──────── TASK DATA
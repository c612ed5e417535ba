import { describe, expect, it } from "vitest";
import { fitPowerLaw } from "../../../src/core/decay/fitPowerLaw.ts";
import { expectClose } from "../../support/expectClose.ts";
import { readNistPowerLaw } from "../../support/readNistPowerLaw.ts";

// NIST StRD, nonlinear regression, "higher difficulty": y = b1 (b2 + x)^(-1/b3), all y negative.
// Read as a decay law with q = -y: A = -b1, x0 = -b2, n = 1/b3.
const bennett5 = readNistPowerLaw("Bennett5");
const q = bennett5.y.map((y) => -y);
const [b1, b2, b3] = bennett5.certified;
const parameters = {
  relative: 1e-9,
  because: "NIST certifies eleven digits; the parameters correlate to 0.99999",
};
const deviations = { relative: 1e-7, because: "NIST certifies eleven digits of each standard deviation" };

const starts = bennett5.starts.map(([, start2, start3]) => ({ x0: -start2, n: 1 / start3 }));

describe.each([...starts, null])("the law of Bennett5, linear residuals, begun at %j", (start) => {
  const fit = fitPowerLaw({ x: bennett5.x, q, error: null }, { residuals: "linear", start });

  it("says that it converged", () => expect(fit.converged).toBe(true));
  it("has the certified virtual origin", () => expectClose(fit.x0, -b2.value, parameters));
  it("has the certified exponent", () => expectClose(fit.n, 1 / b3.value, parameters));
  it("has the certified level", () => expectClose(fit.A, -b1.value, parameters));
  it("has the certified residual sum", () =>
    expectClose(fit.residualSum, bennett5.residualSum, {
      relative: 1e-9,
      because: "eleven digits are certified",
    }));
  it("has the certified standard deviations", () => {
    expectClose(fit.standardError?.A, b1.standardDeviation, deviations);
    expectClose(fit.standardError?.x0, b2.standardDeviation, deviations);
    expectClose(fit.standardError?.n, b3.standardDeviation / b3.value ** 2, deviations);
  });
});

// NIST StRD "DanWood": y = b1 x^b2, a power law about a held origin that grows instead of decaying.
const danWood = readNistPowerLaw("DanWood");
describe.each(danWood.starts)("the law of DanWood, x0 = 0 held, begun at (%d, %d)", (_level, exponent) => {
  const fit = fitPowerLaw(
    { x: danWood.x, q: danWood.y, error: null },
    { residuals: "linear", x0: 0, start: { x0: 0, n: -exponent } },
  );
  const [level, power] = danWood.certified;

  it("has the certified level and exponent", () => {
    expect(fit.converged).toBe(true);
    expectClose(fit.A, level.value, parameters);
    expectClose(fit.n, -power.value, parameters);
  });
  it("has the certified standard deviations and residual sum", () => {
    expectClose(fit.standardError?.A, level.standardDeviation, deviations);
    expectClose(fit.standardError?.n, power.standardDeviation, deviations);
    expectClose(fit.residualSum, danWood.residualSum, parameters);
  });
});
────────────────
— WHAT TO PRODUCE —
Return from the data every line that holds "standardError".

— SOLUTION BELOW —
    expectClose(fit.standardError?.A, b1.standardDeviation, deviations);
    expectClose(fit.standardError?.x0, b2.standardDeviation, deviations);
    expectClose(fit.standardError?.n, b3.standardDeviation / b3.value ** 2, deviations);
    expectClose(fit.standardError?.A, level.standardDeviation, deviations);
    expectClose(fit.standardError?.n, power.standardDeviation, deviations);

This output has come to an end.